Young Barack and Michelle Obama And Bill Ayers Fought Hillary’s Policy on Black ‘Super-Predators’

First Lady Hillary Rodham Clinton addresses the Family Reunion V Conference 24 June in Nas
PAUL J. RICHARDS/AFP/Getty Images

In the 1990s, President Barack Obama and First Lady Michelle Obama joined Sixties radical Bill Ayers on a panel fighting back against the “super-predator” policy pushed by then-First Lady Hillary Clinton.

Clinton is under fire in her Democratic primary race for her comments in a 1996 campaign speech, in which she pushed her husband’s supposed tough-on-crime policies, which boosted black incarceration and pushed more juvenile offenders into adult criminal status. Clinton spoke of “super-predators” who have no human empathy who must be stopped at all costs.

A protester confronted Clinton about her 1996 comments at a fundraiser earlier this year. But records reveal that Clinton’s critics on the issue at the time included the current president and First Lady, who were then national unknowns.

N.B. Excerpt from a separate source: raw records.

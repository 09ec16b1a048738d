"""The bundled demo sites in the text UI: the engine finds them
(``survey.api.demo_sites``, package data, so an installed wheel has them too);
the text UI opens a working copy, so edits never touch the bundled files."""

from __future__ import annotations

import shutil
from pathlib import Path

from survey.api import DemoSite, bundled_demo, demo_sites

__all__ = ["DemoSite", "bundled_demo", "copy_demo", "demo_sites"]


def copy_demo(demo: DemoSite, work_root: Path) -> Path:
    """A working copy of a demo site under ``work_root``; an existing copy is
    opened as it is, keeping earlier edits."""
    dest = Path(work_root) / demo.key
    if not (dest / "site.toml").exists():
        dest.parent.mkdir(parents=True, exist_ok=True)
        shutil.copytree(demo.folder, dest, dirs_exist_ok=True)
    return dest / "site.toml"
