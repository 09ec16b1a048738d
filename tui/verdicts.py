"""How a verdict reads in the terminal: a word and a glyph that say it without
colour, and an Okabe & Ito hue (2008) that says it at a glance."""

from __future__ import annotations

from rich.text import Text

from survey.api import palette

# The engine's verdict hues (survey/palette.py, VERDICT), the same the report uses.
STYLE = {k: f"bold {palette.hex_code(v)}" for k, v in palette.VERDICT.items()}
STYLE_ON_LIGHT = {k: f"bold {palette.hex_code(v)}" for k, v in palette.VERDICT_ON_LIGHT.items()}
GLYPH = {"qualified": "✓", "marginal": "≈", "not-qualified": "✗"}
WORD = {"qualified": "QUALIFIED", "marginal": "MARGINAL", "not-qualified": "NOT QUALIFIED"}


def verdict_text(verdict: str, big: bool = False, light: bool = False) -> Text:
    word = WORD.get(verdict, verdict.upper())
    label = f"{GLYPH.get(verdict, '?')} {'VERDICT: ' if big else ''}{word}"
    return Text(label, style=(STYLE_ON_LIGHT if light else STYLE).get(verdict, "bold"))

A November 1997 University of Chicago press release touted a panel entitled “Should a child ever be called a ‘super predator’? featuring Bill Ayers, a member of the Sixties terrorist group the Weathermen, which carried out some bombings during the Vietnam War.

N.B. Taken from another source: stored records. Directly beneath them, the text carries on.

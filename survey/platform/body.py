"""A platform's figures: the sky tracks turned into the body frame per time step,
the body-frame mask (with a roadside canyon), and the same metric definitions as
a fixed site (README, "What the figures mean"), through ``evaluate.Evaluator``.

Heading per time step: a fixed heading; a route's course; or, for all headings
equally likely or a histogram, a heading drawn for each scheduling slot from a
golden-ratio (Weyl) sequence through the distribution, so one run samples the
distribution evenly (the blocked fraction and availability are then the
heading-averaged ones; outage counts depend on how fast a real heading changes,
which a distribution does not say).
"""

from __future__ import annotations

from dataclasses import dataclass, field, replace

import numpy as np

from ..assess import Assessment, availability_of, reassignment_instants
from ..evaluate import Evaluator
from ..horizon import HorizonMask
from ..site import Site
from ..tracks import SkyTracks, sample_time
from ..window import WindowSpec
from .frames import attitude_series, canyon_elevation_deg, in_cone, to_body
from .model import SEA_STATES, Attitude
from .route import segment_lengths_m

SECTORS = 36  # by-heading figures: 10-degree sectors, each assessed at its centre
GOLDEN = (np.sqrt(5.0) - 1.0) / 2.0
CANYON_GRID_DEG = 0.25  # the canyon enters the mask as knots this far apart


@dataclass(frozen=True)
class HeadingRow:
    heading_deg: float
    blocked_fraction: float | None
    availability: float

    def as_dict(self) -> dict:
        half = 180.0 / SECTORS
        return {"heading_deg": self.heading_deg, "from_deg": (self.heading_deg - half) % 360.0,
                "to_deg": (self.heading_deg + half) % 360.0, "blocked_fraction": self.blocked_fraction,
                "availability": self.availability}


@dataclass(frozen=True)
class SeaRow:
    name: str
    blocked_fraction: float | None
    availability: float
    interruption: float


@dataclass
class PlatformRun:
    """What a moving install adds to a site run."""

    site: Site
    headings_deg: np.ndarray  # per sample time
    pitch_deg: np.ndarray | None
    roll_deg: np.ndarray | None
    by_heading: list[HeadingRow] = field(default_factory=list)  # not for a route
    sea_states: list[SeaRow] = field(default_factory=list)  # a vessel only
    latitude_deg: np.ndarray | None = None  # route: position per sample time
    longitude_deg: np.ndarray | None = None
    tracks_method: str = "at the site point"
    warnings: list[str] = field(default_factory=list)

    @property
    def platform(self):
        return self.site.platform


def headings_series(site: Site, window: WindowSpec) -> np.ndarray:
    """Heading (degrees from true north) at each sample time."""
    p, n = site.platform, window.count
    if p.heading_mode == "fixed":
        return np.full(n, p.heading_deg)
    if p.heading_mode == "route":
        from .moving import route_positions

        return route_positions(site, window)[3]
    slot = np.cumsum(reassignment_instants(n, window.step_s, site.schedule.reassign_s)) - 1
    u = (0.5 + slot * GOLDEN) % 1.0
    if p.heading_mode == "uniform":
        return 360.0 * u
    w = np.asarray(p.histogram)
    width = 360.0 / w.size
    cdf = np.cumsum(w)
    j = np.minimum(np.searchsorted(cdf, u, side="right"), w.size - 1)
    while np.any(w[j] == 0):  # rounding at a bin edge: move on to the next bin with weight
        j = np.where(w[j] == 0, np.minimum(j + 1, w.size - 1), j)
    inside = (u - (cdf[j] - w[j])) / np.where(w[j] > 0, w[j], 1.0)
    return (j * width - width / 2.0 + np.clip(inside, 0.0, 1.0) * width) % 360.0


def body_mask(site: Site, measured: HorizonMask) -> HorizonMask:
    """The body-frame mask: the measured points (azimuths from the bow), raised to
    the roadside canyon where it is higher."""
    canyon = site.platform.canyon
    if canyon is None or canyon.height_m <= site.mount.height_m:
        return measured
    grid = np.arange(0.0, 360.0, CANYON_GRID_DEG)
    el = canyon_elevation_deg(grid, canyon, site.mount.height_m)
    own = measured.elevation_at(grid)
    labels = tuple("" if o >= c else f"{canyon.name} canyon" for o, c in zip(own, el))
    if measured.labels and not measured.is_clear:  # keep the measured labels where the points set the mask
        near = np.searchsorted(np.append(measured.az_deg, 360.0), grid) % max(measured.az_deg.size, 1)
        labels = tuple(lbl or measured.labels[k] for lbl, k in zip(labels, near))
    return HorizonMask(grid, np.maximum(el, own), labels)


def in_body(tracks: SkyTracks, site: Site, headings: np.ndarray, pitch, roll) -> SkyTracks:
    """The tracks seen from the body frame (azimuth from the bow, elevation above
    the deck), keeping the samples inside a deck-fixed field-of-view cone."""
    k = tracks.time_index
    az_b, el_b = to_body(tracks.az_deg.astype(np.float64), tracks.el_deg.astype(np.float64), headings[k],
                         None if pitch is None else pitch[k], None if roll is None else roll[k])
    term = site.terminal
    keep = slice(None)
    if term.scan_half_angle_deg is not None:
        keep = in_cone(az_b, el_b, term.tilt_deg, term.tilt_azimuth_deg, term.scan_half_angle_deg)
    if pitch is None and roll is None:
        el_b = tracks.el_deg  # a level platform: the true elevation, bit for bit
    return replace(tracks, sat=tracks.sat[keep], time_index=tracks.time_index[keep],
                   az_deg=np.asarray(az_b, dtype=np.float32)[keep], el_deg=np.asarray(el_b, dtype=np.float32)[keep],
                   range_km=tracks.range_km[keep], terminal=site.terminal)


def by_heading(tracks: SkyTracks, site: Site, mask: HorizonMask, pitch, roll) -> list[HeadingRow]:
    """Blocked fraction and availability with the platform held at the centre of
    each of the 36 heading sectors."""
    rows = []
    level = pitch is None and roll is None and site.terminal.scan_half_angle_deg is None
    if level:  # the same arithmetic as in_body, on samples sorted by azimuth (np.interp runs far faster)
        order = np.argsort(tracks.az_deg, kind="stable")
        az, el, t = tracks.az_deg[order].astype(np.float64), tracks.el_deg[order], tracks.time_index[order]
    for j in range(SECTORS):
        h = (j + 0.5) * 360.0 / SECTORS
        if level:
            az_b = (az - h) % 360.0
            blocked = el < mask.elevation_at(az_b) if not mask.is_clear else np.zeros(az.size, bool)
            avail = float((np.bincount(t[~blocked], minlength=tracks.count) > 0).mean()) if tracks.count else 0.0
            bf = float(blocked.mean()) if az.size else None
        else:
            body = in_body(tracks, site, np.full(tracks.count, h), pitch, roll)
            blocked = body.el_deg < mask.elevation_at(body.az_deg) if not mask.is_clear else np.zeros(len(body), bool)
            bf = float(blocked.mean()) if len(body) else None
            avail = availability_of(body, blocked)
        rows.append(HeadingRow(h, bf, avail))
    return rows


def assess_platform(site: Site, window: WindowSpec, tracks: SkyTracks, measured: HorizonMask):
    """(body tracks, body mask, evaluator, assessment, PlatformRun) for a moving install."""
    headings = headings_series(site, window)
    t_s = np.arange(window.count) * window.step_s
    pitch, roll = attitude_series(site.platform.attitude, t_s)
    mask = body_mask(site, measured)
    body = in_body(tracks, site, headings, pitch, roll)
    evaluator = Evaluator(body, site.criteria, site.schedule)
    result = evaluator.assess(mask)
    run = PlatformRun(site, headings, pitch, roll)
    p = site.platform
    if p.route is None:
        run.by_heading = by_heading(tracks, site, mask, pitch, roll)
    else:
        from .moving import CHUNK_RADIUS_KM, route_positions, route_warnings

        lat, lon, _, _ = route_positions(site, window)
        run.warnings.extend(route_warnings(site, window))
        run.latitude_deg, run.longitude_deg = lat, lon
        run.tracks_method = (f"computed for the moving observer (SGP4 once per {CHUNK_RADIUS_KM:g} km of route, "
                             "exact geometry at every sample)")
    if site.mount.kind == "marine":
        for name, preset in SEA_STATES.items():
            att = replace(preset, heel_deg=p.attitude.heel_deg)
            if att == p.attitude:  # the site's own sea state: the run above
                a = result
            else:
                sp, sr = attitude_series(att, t_s)
                a = Evaluator(in_body(tracks, site, headings, sp, sr), site.criteria, site.schedule).assess(mask)
            run.sea_states.append(SeaRow(name, a.blocked_fraction, a.availability, a.interruption))
    return body, mask, evaluator, result, run


def route_down(run: PlatformRun, result: Assessment, window: WindowSpec) -> dict:
    """Down time along a route: the total, and each outage with where it began."""
    lat, lon = run.latitude_deg, run.longitude_deg
    along = np.concatenate([[0.0], np.cumsum(segment_lengths_m(lat, lon))]) / 1000.0
    events = []
    for o in result.outages:
        k = o.start_index
        events.append({"start": sample_time(window, k).strftime("%Y-%m-%dT%H:%M:%SZ"),
                       "duration_s": o.samples * window.step_s, "latitude": round(float(lat[k]), 6),
                       "longitude": round(float(lon[k]), 6), "along_km": round(float(along[k]), 3)})
    down_s = float(result.down.sum()) * window.step_s
    return {"down_minutes": down_s / 60.0, "down_share": float(result.down.mean()) if result.down.size else 0.0,
            "distance_km": float(along[-1]), "events": events}


def attitude_dict(att: Attitude) -> dict:
    return {"heel_deg": att.heel_deg, "roll_deg": att.roll_deg, "roll_period_s": att.roll_period_s,
            "pitch_deg": att.pitch_deg, "pitch_period_s": att.pitch_period_s, "sea": att.sea,
            "sea_state": att.name or None}


def platform_dict(run: PlatformRun, result: Assessment, window: WindowSpec) -> dict:
    """The ``platform`` object of ``assess --json`` (README, "JSON output")."""
    p, s = run.platform, run.site
    out = {
        "kind": s.mount.kind, "heading_mode": p.heading_mode,
        "heading_deg": p.heading_deg if p.heading_mode == "fixed" else None,
        "headings": list(p.histogram) if p.heading_mode == "histogram" else None,
        "attitude": attitude_dict(p.attitude),
        "canyon": None if p.canyon is None else {"name": p.canyon.name, "height_m": p.canyon.height_m,
                                                 "width_m": p.canyon.width_m},
        "horizon_frame": p.frame, "tracks": run.tracks_method,
    }
    if p.route is not None:
        r = p.route
        out["route"] = {"file": r.source, "points": len(r.times_s), **route_down(run, result, window)}
    else:
        out["by_heading"] = [row.as_dict() for row in run.by_heading]
    if run.sea_states:
        out["sea_states"] = [{"sea_state": r.name, "blocked_fraction": r.blocked_fraction,
                              "availability": r.availability, "interruption": r.interruption}
                             for r in run.sea_states]
    return out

“We should call a child a child. A 13-year-old who picks up a gun isn’t suddenly an adult. We have to ask other questions: How did he get the gun? Where did it come from?” Ayers said in the press release.

Ayers was joined by his friend Barack, whose wife Michelle appears to have set up the panel for the university. According to the press release:

Ayers will be joined by Illinois State Sen. Barack Obama, Senior Lecturer in the University of Chicago Law School, who is working to block proposed legislation that would throw more juvenile offenders into the adult system; Randolph Stone, Director of the Mandel Legal Aid Clinic at the University of Chicago; Alex Correa, a reformed juvenile offender who spent 7 years in Cook County Temporary Detention Center; Frank Tobin, a former priest and teacher in the Detention Center who helped Correa; and Willy Baldwin, who grew up in public housing and is currently a teacher in the Detention Center.

The juvenile justice system was founded by Chicago reformer Jane Addams, who advocated the establishment of a separate court system for children which would act like a “kind and just parent” for children in crisis.

One hundred years later, the system is “overcrowded, under-funded, over-centralized and racist,” Ayers said.

Michelle Obama, Associate Dean of Student Services and Director of the University of Chicago Community Service Center, hopes bringing issues like this to campus will open a dialogue between members of the University community and the broader community.

“We know that issues like juvenile justice impact each of us who live in the city of Chicago. This panel gives community members and students a chance to hear about the juvenile justice system not only on a theoretical level, but from the people who have experienced it.”